Why Cities Aren’t Dying

It’s a bit spooky to cycle around downtown Washington these days, for reasons having nothing to do with campaigns and elections. Most offices are closed, most hotels are nearly empty or locked up entirely, the theaters have offered no shows since March, and the coffee shops, restaurants, and retailers that catered to a bustling city are either out of business or struggling to survive. If you believe what’s in the papers, city dwellers who can afford to do so are fleeing for the hills (or beaches) and plan to live there permanently. Their employers, having learned to function virtually during the pandemic, will slim down their offices and make telework permanent for most of their employees. The city will wither.

This “trend” is usually illustrated with anecdotes about families who have forsaken their Brooklyn brownstones for five acres with pool in Woodstock or the Hamptons, coupled with a mention of some company that says it will henceforth allow employees to live and work wherever they wish. But this is one of those “forever” trends that will burn itself out fairly soon. As I argue in Outside the Box, globalization will increasingly have more to do with spreading ideas than with moving goods, and urban centers will be at the heart of that process.

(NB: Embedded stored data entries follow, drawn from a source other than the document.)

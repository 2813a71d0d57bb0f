/* Logging a fraction and amending a reading: validation of every input
 * before anything is written, then ONE transaction with the fraction, the
 * measurements and their snapshots, review items, audit rows and the rules
 * over history. docs/record.md. */
#include <math.h>
#include <stdio.h>
#include <stdlib.h>
#include <string.h>

#include "store/audit.h"
#include "store/json_put.h"
#include "store/record_int.h"
#include "store/rules_hook.h"
#include "store/stmt.h"
#include "store/worklist_int.h"

void fxl_reading_entry_init(fxl_reading_entry *e)
{
    memset(e, 0, sizeof *e);
    e->reading = NAN;
    e->background = NAN;
    e->temp_c = NAN;
}

void fxl_amend_request_init(fxl_amend_request *r)
{
    memset(r, 0, sizeof *r);
    r->reading = NAN;
    r->background = NAN;
    r->temp_c = NAN;
}

void fxl_record_result_release(fxl_record_result *r)
{
    if (!r)
        return;
    free(r->items);
    free(r->missing);
    memset(r, 0, sizeof *r);
}

/* What validation settles for one reading before anything is loaded. */
typedef struct rec_entry {
    int64_t field_id;
    int64_t detector_id;
    char point[16];
    char unit[8];
    double temp_c;
    int temp_entered;
} rec_entry;

static const char *unit_or(const char *unit)
{
    return unit && *unit ? unit : "(detector units)";
}

/* The checks on the numbers of one reading, shared by record and amend. */
int rec_check_numbers(fxl_ctx *ctx, const char *field, double reading, double background,
                         double temp_c, const char *unit)
{
    if (!isfinite(reading))
        return fxl_fail(ctx, FXL_EINVAL, "reading for field '%s' is missing or not a number: must be > 0 %s",
                        field, unit_or(unit));
    if (!(reading > 0))
        return fxl_fail(ctx, FXL_EINVAL, "reading '%g' for field '%s' must be > 0 %s", reading, field,
                        unit_or(unit));
    if (!isnan(background) && (!isfinite(background) || background < 0 || background >= reading))
        return fxl_fail(ctx, FXL_EINVAL,
                        "background '%g' for field '%s' must be 0 or more and below the reading "
                        "(%g %s)",
                        background, field, reading, unit_or(unit));
    if (!isnan(temp_c) &&
        (!isfinite(temp_c) || temp_c < FXL_RECORD_TEMP_MIN_C || temp_c > FXL_RECORD_TEMP_MAX_C))
        return fxl_fail(ctx, FXL_EINVAL,
                        "temperature '%g' for field '%s' is out of range: must be %g to %g degC",
                        temp_c, field, FXL_RECORD_TEMP_MIN_C, FXL_RECORD_TEMP_MAX_C);
    return 0;
}

int rec_check_treated_at(fxl_ctx *ctx, char at[FXL_TIME_LEN], const char *given, const char *now)
{
    if (!given) {
        memcpy(at, now, FXL_TIME_LEN);
        return 0;
    }
    if (fxl_time_normalize(at, given, 0) != 0)
        return fxl_fail(ctx, FXL_EINVAL,
                        "treatment time '%s' is not valid: use YYYY-MM-DD or YYYY-MM-DDTHH:MM[:SS] (UTC)",
                        given);
    if (strcmp(at, now) > 0)
        return fxl_fail(ctx, FXL_EINVAL, "treatment time '%s' is in the future: must be %s or earlier",
                        given, now);
    return 0;
}

static int check_fraction_free(fxl_ctx *ctx, const rec_plan *plan, int number)
{
    fxl_stmt s = FXL_STMT_INIT;
    int rc;

    if ((rc = fxl_stmt_prepare_cached(&s, ctx,
                               "SELECT treated_at FROM fractions WHERE plan_id = :plan AND number = :n")) != 0)
        goto cleanup;
    fxl_stmt_bind_int(&s, ":plan", plan->plan_id);
    fxl_stmt_bind_int(&s, ":n", number);
    if ((rc = fxl_stmt_step(&s)) < 0)
        goto cleanup;
    if (rc == 1)
        rc = fxl_fail(ctx, FXL_ECONFLICT,
                      "fraction %d of plan '%s' is already logged (treated %s); correct a reading "
                      "with 'fxledger amend', or give the next fraction number (%d)",
                      number, plan->label, fxl_stmt_text(&s, 0), plan->highest_logged + 1);
cleanup:
    fxl_stmt_finalize(&s);
    return rc;
}

/* The plan and the treatment time must fit what is already recorded: no
 * fraction on a plan that another plan had replaced by the treatment time (the
 * patient was then treated with the new plan, judged against its doses), and
 * fraction numbers in the order of their treatment times. Run before the
 * transaction and again inside it, where a plan imported meanwhile is seen
 * (docs/hazards.md). */
int rec_check_plan_and_time(fxl_ctx *ctx, const rec_plan *plan, int number, const char *at)
{
    fxl_stmt s = FXL_STMT_INIT;
    int rc;

    if ((rc = fxl_stmt_prepare_cached(&s, ctx,
                               "SELECT label, created_at FROM plans WHERE replaces_plan_id = :plan "
                               "AND created_at <= :at ORDER BY created_at LIMIT 1")) != 0)
        goto cleanup;
    fxl_stmt_bind_int(&s, ":plan", plan->plan_id);
    fxl_stmt_bind_text(&s, ":at", at);
    if ((rc = fxl_stmt_step(&s)) < 0)
        goto cleanup;
    if (rc == 1) {
        rc = fxl_fail(ctx, FXL_ECONFLICT,
                      "plan '%s' of patient '%s' was replaced by plan '%s' (imported %s) before the "
                      "treatment time %s; log the fraction against plan '%s'",
                      plan->label, plan->mrn, fxl_stmt_text(&s, 0), fxl_stmt_text(&s, 1), at,
                      fxl_stmt_text(&s, 0));
        goto cleanup;
    }
    fxl_stmt_finalize(&s);
    if ((rc = fxl_stmt_prepare_cached(&s, ctx,
                               "SELECT number, treated_at FROM fractions WHERE plan_id = :plan AND "
                               "((number < :n AND treated_at > :at) OR (number > :n AND treated_at < :at)) "
                               "ORDER BY number LIMIT 1")) != 0)
        goto cleanup;
    fxl_stmt_bind_int(&s, ":plan", plan->plan_id);
    fxl_stmt_bind_int(&s, ":n", number);
    fxl_stmt_bind_text(&s, ":at", at);
    if ((rc = fxl_stmt_step(&s)) < 0)
        goto cleanup;
    if (rc == 1)
        rc = fxl_fail(ctx, FXL_EINVAL,
                      "treatment time %s of fraction %d is out of order: fraction %d of plan '%s' was "
                      "treated %s; check the date, or the fraction number",
                      at, number, (int)fxl_stmt_int(&s, 0), plan->label, fxl_stmt_text(&s, 1));
cleanup:
    fxl_stmt_finalize(&s);
    return rc;
}

/* ---- writing ------------------------------------------------------------------ */

/* The audit content of one measurement: the snapshot, as written. */
static cJSON *measurement_audit(const rec_inputs *in, int64_t fraction_id)
{
    const fxl_measurement_result *m = &in->m;
    cJSON *o = cJSON_CreateObject();
    int i;

    fxl_json_put_id(o, "fraction_id", fraction_id);
    cJSON_AddStringToObject(o, "field", m->field);
    cJSON_AddStringToObject(o, "point", m->point);
    cJSON_AddStringToObject(o, "detector", m->detector);
    fxl_json_put_number(o, "reading", m->reading);
    cJSON_AddStringToObject(o, "reading_unit", m->reading_unit);
    fxl_json_put_number(o, "background", m->background);
    fxl_json_put_number(o, "temp_c", m->temp_c);
    cJSON_AddBoolToObject(o, "temp_entered", m->temp_entered);
    fxl_json_put_id(o, "calibration_id", m->calibration_id);
    fxl_json_put_number(o, "factor_n", m->factor_n);
    for (i = 0; i < FXL_CF_COUNT; i++) {
        char key[32];
        snprintf(key, sizeof key, "cf_%s", fxl_cf_name((fxl_cf_param)i));
        fxl_json_put_number(o, key, m->cf[i]);
    }
    fxl_json_put_number(o, "cf_temp", m->cf_temp);
    fxl_json_put_number(o, "corrected_dose_cgy", m->corrected_dose_cgy);
    fxl_json_put_number(o, "expected_dose_cgy", m->expected_dose_cgy);
    fxl_json_put_number(o, "deviation_pct", m->deviation_pct);
    fxl_json_put_id(o, "threshold_set_id", m->threshold_set_id);
    cJSON_AddStringToObject(o, "verdict", fxl_verdict_name(m->verdict));
    cJSON_AddBoolToObject(o, "escalated", m->escalated);
    cJSON_AddBoolToObject(o, "gross", m->gross);
    cJSON_AddItemToObject(o, "reasons", rec_reasons_json(&m->reasons));
    if (m->supersedes_id) {
        fxl_json_put_id(o, "supersedes_id", m->supersedes_id);
        cJSON_AddStringToObject(o, "amend_reason", m->amend_reason);
    }
    return o;
}
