int wl_items(fxl_ctx *ctx, fxl_worklist_item **out, size_t *n, int64_t patient_id,
             const int64_t *detector_ids, size_t n_detectors)
{
    fxl_stmt s = FXL_STMT_INIT;
    fxl_worklist_item *list = NULL;
    char *ids_text = NULL;
    size_t cap = 0, count = 0, i, used = 1;
    int rc;

    *out = NULL;
    *n = 0;
    /* the detectors as ",id,id," for instr(): evaluated on the few open
     * items only, and much cheaper to prepare than json_each */
    if (!(ids_text = malloc(n_detectors * 22 + 2))) {
        rc = fxl_fail(ctx, FXL_EIO, "out of memory listing open items");
        goto cleanup;
    }
    ids_text[0] = ',';
    ids_text[1] = '\0';
    for (i = 0; i < n_detectors; i++)
        used += (size_t)snprintf(ids_text + used, 22, "%lld,", (long long)detector_ids[i]);
    /* A hold: the patient's unresolved result outside the action level
     * (escalated results are stored as outside the action level too). */
    if ((rc = fxl_stmt_prepare_cached(&s, ctx,
            "SELECT i.id, i.rule, i.severity, i.status, coalesce(f.name, ''), coalesce(f.point, ''), "
            "coalesce(d.serial, ''), coalesce(fr.number, 0), i.opened_at, i.summary, "
            "(i.patient_id IS :pid AND i.rule = 'result' AND m.verdict = 'outside_action') AS hold, "
            "(i.patient_id IS NOT :pid) AS on_detector "
            "FROM review_items i LEFT JOIN measurements m ON m.id = i.measurement_id "
            "LEFT JOIN fractions fr ON fr.id = m.fraction_id "
            "LEFT JOIN fields f ON f.id = i.field_id LEFT JOIN detectors d ON d.id = i.detector_id "
            "WHERE i.status IN ('open', 'acknowledged') AND (i.patient_id = :pid OR "
            "(i.patient_id IS NULL AND instr(:dets, ',' || i.detector_id || ',') > 0)) "
            "ORDER BY hold DESC, i.severity DESC, i.opened_at, i.id")) != 0)
        goto cleanup;
    fxl_stmt_bind_int(&s, ":pid", patient_id);
    fxl_stmt_bind_text(&s, ":dets", ids_text);
    while ((rc = fxl_stmt_step(&s)) == 1) {
        fxl_worklist_item *it;
        if ((rc = fxl_grow(ctx, (void **)&list, &cap, count, sizeof *list, "listing open items")) != 0)
            goto cleanup;
        it = &list[count++];
        it->id = fxl_stmt_int(&s, 0);
        copy(it->rule, sizeof it->rule, fxl_stmt_text(&s, 1));
        it->severity = (int)fxl_stmt_int(&s, 2);
        copy(it->status, sizeof it->status, fxl_stmt_text(&s, 3));
        copy(it->field, sizeof it->field, fxl_stmt_text(&s, 4));
        copy(it->point, sizeof it->point, fxl_stmt_text(&s, 5));
        copy(it->detector, sizeof it->detector, fxl_stmt_text(&s, 6));
        it->fraction_number = (int)fxl_stmt_int(&s, 7);
        copy(it->opened_at, sizeof it->opened_at, fxl_stmt_text(&s, 8));
        copy(it->summary, sizeof it->summary, fxl_stmt_text(&s, 9));
        it->is_hold = (int)fxl_stmt_int(&s, 10);
        it->on_detector = (int)fxl_stmt_int(&s, 11);
    }
    if (rc == 0) {
        *out = list;
        *n = count;
        list = NULL;
    }
cleanup:
    fxl_stmt_finalize(&s);
    free(list);
    free(ids_text);
    return rc;
}

int fxl_holds_for_patient(fxl_ctx *ctx, fxl_worklist_item **out, size_t *n, const char *mrn,
                          const char *const *detectors, size_t n_detectors)
{
    fxl_stmt s = FXL_STMT_INIT;
    int64_t pid = 0, *ids = NULL;
    size_t n_ids = 0, i;
    int rc;

    *out = NULL;
    *n = 0;
    if ((rc = fxl_stmt_prepare_cached(&s, ctx, fxl_sql_patient_by_mrn)) != 0)
        goto cleanup;
    fxl_stmt_bind_text(&s, ":mrn", mrn ? mrn : "");
    if ((rc = fxl_stmt_step(&s)) < 0)
        goto cleanup;
    if (rc == 0) {
        rc = fxl_fail(ctx, FXL_ENOTFOUND, "unknown patient '%s' (see 'fxledger patient list')",
                      mrn ? mrn : "");
        goto cleanup;
    }
    pid = fxl_stmt_int(&s, 0);
    fxl_stmt_finalize(&s);
    if (!(ids = calloc(n_detectors ? n_detectors : 1, sizeof *ids))) {
        rc = fxl_fail(ctx, FXL_EIO, "out of memory listing open items");
        goto cleanup;
    }
    if ((rc = fxl_stmt_prepare_cached(&s, ctx, fxl_sql_detector_by_serial)) != 0)
        goto cleanup;
    for (i = 0; i < n_detectors; i++) {
        if (!detectors[i] || !*detectors[i])
            continue;
        fxl_stmt_reset(&s);
        fxl_stmt_bind_text(&s, ":serial", detectors[i]);
        if ((rc = fxl_stmt_step(&s)) < 0)
            goto cleanup;
        if (rc == 1)
            ids[n_ids++] = fxl_stmt_int(&s, 0);
    }
    fxl_stmt_finalize(&s);
    rc = wl_items(ctx, out, n, pid, ids, n_ids);
cleanup:
    fxl_stmt_finalize(&s);
    free(ids);
    return rc;
}

size_t fxl_holds_count(const fxl_worklist_item *items, size_t n)
{
    size_t i, k = 0;

    for (i = 0; i < n; i++)
        if (items[i].is_hold)
            k++;
    return k;
}

void fxl_holds_guidance(char *buf, size_t size, const fxl_worklist_item *items, size_t n)
{
    size_t i, k = 0, used;
    size_t holds = fxl_holds_count(items, n);

    if (size == 0)
        return;
    buf[0] = '\0';
    if (holds == 0)
        return;
    snprintf(buf, size, "Treatment is on hold: review item%s ", holds == 1 ? "" : "s");
    for (i = 0; i < n; i++) {
        if (!items[i].is_hold)
            continue;
        used = strlen(buf);
        snprintf(buf + used, size - used, "%s#%lld", k == 0 ? "" : k + 1 == holds ? " and " : ", ",
                 (long long)items[i].id);
        k++;
    }
    used = strlen(buf);
    snprintf(buf + used, size - used,
             " (outside the action level) %s open. Do not continue until a physicist has "
             "investigated and closed %s.",
             holds == 1 ? "is" : "are", holds == 1 ? "it" : "them");
}

/* ---- the worklist --------------------------------------------------------------------- */

void fxl_worklist_release(fxl_worklist *w)
{
    size_t i;

    if (!w)
        return;
    for (i = 0; i < w->n; i++) {
        free(w->entries[i].fields);
        free(w->entries[i].items);
        free(w->entries[i].warnings);
    }
    free(w->entries);
    free(w->unmatched);
    memset(w, 0, sizeof *w);
}

static int add_warning(fxl_ctx *ctx, fxl_worklist_entry *e, size_t *cap, const char *text)
{
    int rc = fxl_grow(ctx, (void **)&e->warnings, cap, e->n_warnings, sizeof *e->warnings,
                      "building the worklist");
    if (rc == 0)
        copy(e->warnings[e->n_warnings++], sizeof *e->warnings, text);
    return rc;
}

/* One active course: its fields, items and warnings for the day. */
static int fill_entry(fxl_ctx *ctx, fxl_worklist_entry *e, int highest, const char *from,
                      const char *to, const char *at)
{
    int64_t open_id = 0, *ids = NULL;
    size_t n_ids = 0, cap = 0, i;
    char open_at[FXL_TIME_LEN], text[FXL_WORKLIST_TEXT_LEN], day[11];
    int open_number = 0, rc, number;
    fxl_stmt s = FXL_STMT_INIT;

    if ((rc = wl_open_fraction(ctx, &open_id, &open_number, open_at, e->plan_id)) != 0)
        goto cleanup;
    if ((rc = fxl_stmt_prepare(&s, ctx,
            "SELECT EXISTS (SELECT 1 FROM fractions fr WHERE fr.plan_id = :plan "
            "AND fr.treated_at >= :from AND fr.treated_at < :to AND NOT EXISTS ("
            "  SELECT 1 FROM fraction_marks b WHERE b.fraction_id = fr.id AND b.kind = 'begun' "
            "  AND NOT EXISTS (SELECT 1 FROM fraction_marks c WHERE c.fraction_id = fr.id "
            "  AND c.kind = 'closed')))")) != 0)
        goto cleanup;
    fxl_stmt_bind_int(&s, ":plan", e->plan_id);
    fxl_stmt_bind_text(&s, ":from", from);
    fxl_stmt_bind_text(&s, ":to", to);
    if ((rc = fxl_stmt_step(&s)) < 0)
        goto cleanup;
    e->treated_today = (int)fxl_stmt_int(&s, 0);
    fxl_stmt_finalize(&s);
    rc = 0;

    number = highest + 1;
    if (open_id && strcmp(open_at, from) >= 0 && strcmp(open_at, to) < 0) {
        e->open_fraction_id = open_id;
        number = open_number;
    } else if (open_id) {
        fxl_zone_local_date(day, open_at);
        snprintf(text, sizeof text,
                 "fraction %d (begun %s) was not finished; it is closed, its unmeasured due fields "
                 "named, when the next fraction begins", open_number, day);
        if ((rc = add_warning(ctx, e, &cap, text)) != 0)
            goto cleanup;
    }
    e->next_fraction = number;
    if ((rc = wl_fields(ctx, &e->fields, &e->n_fields, NULL, NULL, e->plan_id, e->patient_id,
                        number, e->open_fraction_id ? open_at : at, e->open_fraction_id)) != 0)
        goto cleanup;
    for (i = 0; i < e->n_fields; i++) {
        fxl_worklist_field *f = &e->fields[i];
        if (e->treated_today && !e->open_fraction_id)
            f->due_reason = FXL_DUE_NOT;  /* today's fraction is done */
        if (f->due_reason != FXL_DUE_NOT)
            e->n_due++;
        if (f->due_reason != FXL_DUE_NOT && !f->measured && !f->detector_ok) {
            snprintf(text, sizeof text, "%.64s %s: %.170s", f->name, f->point, f->detector_warning);
            if ((rc = add_warning(ctx, e, &cap, text)) != 0)
                goto cleanup;
        }
    }
    if ((rc = wl_field_detectors(ctx, &ids, &n_ids, e->fields, e->n_fields)) != 0 ||
        (rc = wl_items(ctx, &e->items, &e->n_items, e->patient_id, ids, n_ids)) != 0)
        goto cleanup;
    e->n_holds = fxl_holds_count(e->items, e->n_items);
cleanup:
    fxl_stmt_finalize(&s);
    free(ids);
    return rc;
}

Companies and non-profit organizations choose to locate in dense cities for good reasons. One of the main ones, obviously, is access to a large pool of workers with needed skills — and while some of those workers will undoubtedly be happy to work remotely so they can go fishing on their lunch hour, the most ambitious will want to be in the middle of the action, whether in a research center, a newsroom, or a corporate headquarters. That’s why, within just the past couple years, companies such as Caterpillar and General Electric moved their headquarters from small towns or suburbs to city centers: the workers they most coveted didn’t want to be in the boonies.

A second reason companies want to bring their office workers together is to make them feel part of an organization. People get satisfaction from working and sharing ideas with other people. When employees leave, hiring replacements is expensive and time-consuming. If bringing workers to a downtown office makes them more engaged, increases tenure, and reduces the need for recruiting, it’s a good investment.

The third reason the urban office won’t go away — perhaps related to the other two — is that firms in big cities have higher productivity than those elsewhere. Wages, rents, lunch dates, and construction have always been far more expensive in London, San Francisco, and Shanghai than in exurban business parks or smaller towns. The only reason employers accept that burden is that the benefits of locating in a dense city more than make up for the costs. Video calls may work fine for handling routine business, but they don’t seem so effective in coming up with ideas for the sorts of new products and new processes that boost profits. Having people together, in one place, makes a difference.

My guess is that the pandemic will lead to some changes on the margin. Before COVID-19 arrived, only one U.S. worker in ten teleworked. Less than half of all workers thought that remote work might be feasible in their jobs, and among that minority, only one-fourth, mainly college-educated workers in managerial or professional jobs, regularly worked from home. The experience of the pandemic may encourage employers to permit occasional telework among other groups of workers. But as vaccines come into use, most of us will be told to head back to the office, and as we do, cities will bustle once again.